Tentou-se emular, pelos constituintes, a social-democracia europeia, mas ainda em um contexto de influência das ideias socialistas. Em vez de delimitar o papel do Estado e reafirmar a inviolabilidade de liberdades individuais oriundas do direito natural, ganhou vida um documento verborrágico e garantista, impregnado de paradoxos e axiomas. Concentraram-se em Brasília poderes abusivos. A própria concepção da capital candanga distancia seus governantes dos governados. Há 30 anos em vigor, a disfuncionalidade daquele processo é translúcida. O esgotamento do modelo é nítido.
Hoje, o inevitável foco é o STF, sua politização e seus desmandos. Os sintomas dessa diagnose nunca foram tão palpáveis e dolorosos como contemporaneamente.

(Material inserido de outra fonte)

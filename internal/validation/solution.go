package validation

import (
	"fmt"

	"limitary/internal/chart"
	"limitary/internal/decimal"
	"limitary/internal/diagnostics"
	"limitary/internal/limits"
)

// solution is an example worked by this program.
type solution struct {
	example *example
	// limits are set where the example has a kind.
	limits limits.Result
}

func (e *example) solve() (*solution, error) {
	s := &solution{example: e}
	if e.Kind == "" {
		return s, nil
	}
	req, err := e.request(quantity{})
	if err != nil {
		return nil, err
	}
	s.limits, err = limits.Compute(req)
	return s, err
}

// value computes a quantity as the print did: with its factors where it used rounded ones, from figures rounded as it
// rounded them. Without either, lines are those of the published result.
func (s *solution) value(q quantity, r rounding) (float64, error) {
	if s.limits.Kind.Counts() {
		return s.count(q, r)
	}
	switch q.Compute {
	case "anderson_darling":
		squareA, _, err := diagnostics.Normality(s.example.Data.X)
		return squareA, err
	case "moment_mean":
		return decimal.Mean(s.example.Data.X, decimal.Unrounded), nil
	case "moment_sd":
		return limits.StandardDeviation(s.example.Data.X), nil
	case "centre":
		return r.round("centre", s.limits.CentreUnrounded), nil
	case "scatter_mean":
		return s.scatterMean(r)
	case "pooled_s":
		return s.pooled(r)
	case "sigma":
		return s.sigma(r)
	case "upper_location", "lower_location", "upper_dispersion":
		return s.line(q, r)
	case "location_of", "scatter_of":
		groups := s.example.Data.Subgroups
		if q.Sample < 1 || q.Sample > len(groups) {
			return 0, fmt.Errorf("sample %d of %d", q.Sample, len(groups))
		}
		if q.Compute == "location_of" {
			return r.location(groups[q.Sample-1]), nil
		}
		return s.scatter(groups[q.Sample-1], r), nil
	}
	if s.example.Kind == "" {
		return s.accumulated(q)
	}
	return s.sum(q, r)
}

// sum adds up a column of the example.
func (s *solution) sum(q quantity, r rounding) (float64, error) {
	if s.limits.Kind == chart.Individuals && q.Compute == "scatter_sum" {
		mean, err := s.scatterMean(r)
		return mean * float64(s.limits.MovingRanges), err
	}
	sum := 0.0
	for _, g := range s.example.Data.Subgroups {
		n := float64(len(g))
		switch q.Compute {
		case "location_sum":
			sum += r.location(g)
		case "reading_sum":
			sum += n * r.location(g)
		case "scatter_sum":
			sum += s.scatter(g, r)
		case "squares_within":
			scatter := s.scatter(g, r)
			sum += (n - 1) * scatter * scatter
		default:
			return 0, fmt.Errorf("compute %q: not a known quantity", q.Compute)
		}
	}
	return sum, nil
}

// round rounds an intermediate figure where the print did.
func (r rounding) round(name string, x float64) float64 {
	if places, ok := r.Decimals[name]; ok {
		return decimal.Round(x, places)
	}
	return x
}

func (r rounding) location(group []float64) float64 {
	if places, ok := r.Decimals["location"]; ok {
		return decimal.Mean(group, places)
	}
	return decimal.Mean(group, decimal.Unrounded)
}

func (s *solution) scatter(group []float64, r rounding) float64 {
	if s.limits.Kind == chart.XbarR {
		return r.round("scatter", limits.Range(group))
	}
	return r.round("scatter", limits.StandardDeviation(group))
}

func (s *solution) estimate(name limits.Estimator) (float64, error) {
	for _, e := range s.limits.Estimates {
		if e.Name == name {
			return e.Sigma, nil
		}
	}
	return 0, fmt.Errorf("no estimate %s", name)
}

// scatterMean is the mean moving range, R-bar or s-bar behind the default estimate of sigma.
func (s *solution) scatterMean(r rounding) (float64, error) {
	sigma, err := s.estimate(limits.EstimatorsOf(s.limits.Kind)[0])
	if err != nil {
		return 0, err
	}
	factor, err := s.centreFactor()
	return r.round("scatter_mean", sigma*factor), err
}

// centreFactor is what the dispersion trace's statistic averages to, in sigmas.
func (s *solution) centreFactor() (float64, error) {
	switch s.limits.Kind {
	case chart.Individuals:
		return limits.D2(2)
	case chart.XbarR:
		return limits.D2(s.limits.SubgroupSize)
	}
	return limits.C4(s.limits.SubgroupSize)
}

// pooled takes back the division by c4 that makes the pooled estimate unbiased; prints do without it.
func (s *solution) pooled(r rounding) (float64, error) {
	sigma, err := s.estimate(limits.Pooled)
	if err != nil {
		return 0, err
	}
	c4, err := limits.C4(s.limits.Readings - s.limits.Dispersions + 1)
	return r.round("pooled_s", sigma*c4), err
}

func (s *solution) sigma(r rounding) (float64, error) {
	mean, err := s.scatterMean(r)
	for _, name := range []string{"d2", "c4"} {
		if factor, ok := r.Factors[name]; ok {
			return mean / factor, err
		}
	}
	return s.limits.SigmaUnrounded, err
}

// line gives an action line, from the published result or by the print's own factor.
func (s *solution) line(q quantity, r rounding) (float64, error) {
	if len(r.Factors) == 0 {
		return s.publishedLine(q)
	}
	scatter, err := s.scatterMean(r)
	if _, ok := r.Decimals["pooled_s"]; ok {
		scatter, err = s.pooled(r)
	}
	if err != nil {
		return 0, err
	}
	reach := 0.0
	for name, factor := range r.Factors {
		switch name {
		case "d2":
			reach = chart.ActionMultiple / factor * scatter
		case "E2", "A2", "A3", "D4", "B4":
			reach = factor * scatter
		default:
			return 0, fmt.Errorf("factor %q: not known here", name)
		}
	}
	centre := r.round("centre", s.limits.CentreUnrounded)
	switch q.Compute {
	case "upper_location":
		return centre + reach, nil
	case "lower_location":
		return centre - reach, nil
	}
	return reach, nil
}

func (s *solution) publishedLine(q quantity) (float64, error) {
	if q.Size != 0 && q.Size != s.limits.SubgroupSize {
		return 0, fmt.Errorf("size %d: lines are published for size %d", q.Size, s.limits.SubgroupSize)
	}
	switch q.Compute {
	case "upper_location":
		return s.limits.Location.UpperAction.Value, nil
	case "lower_location":
		return s.limits.Location.LowerAction.Value, nil
	}
	return s.limits.Dispersion.UpperAction.Value, nil
}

Há contornos esquizofrênicos: a Justiça brasileira não julga, mas legisla, contradiz jurisprudências – muitas delas estabelecidas pelos mesmos juízes que as violam – e interfere nos outros poderes, e em prol de amigos e aliados. Tresloucados, os ministros cogitam validar provas obtidas de forma ilegal. Reitero: provas obtidas por criminosos e por vias ilegais. Não obstante, o absurdo da questão que envolve delatores e delatados. E não há vergonha alguma entre os magistrados, pelo contrário. Gilmar Mendes age como um coronel de toga, Dias Toffoli age abertamente para favorecer protegidos, culminando com as censuras e o notório abuso de poder de Ricardo Lewandowski (sim, ministro, o Supremo é uma vergonha, me prenda!). Um bacanal de invejar Calígula e Oscar Maroni. A insegurança jurídica criada inviabiliza qualquer recuperação econômica. Como investir em um país assim?
Aparentemente, as togas da Praça dos Três Poderes transformam homens em deuses. Ou esquizofrênicos. Costa e Silva e Médici devem, em algum lugar, estar às gargalhadas. Ao brasileiro, as batatas, memes e antidepressivos. Alexandre de Moraes tem, regimentalmente, de se sentar na corte no lado contrário ao sol. Não há cabeça mais brilhante em Brasília.
Marcos Paulo Candeloro é historiador, cientista político e consultor na plataforma Revelagov.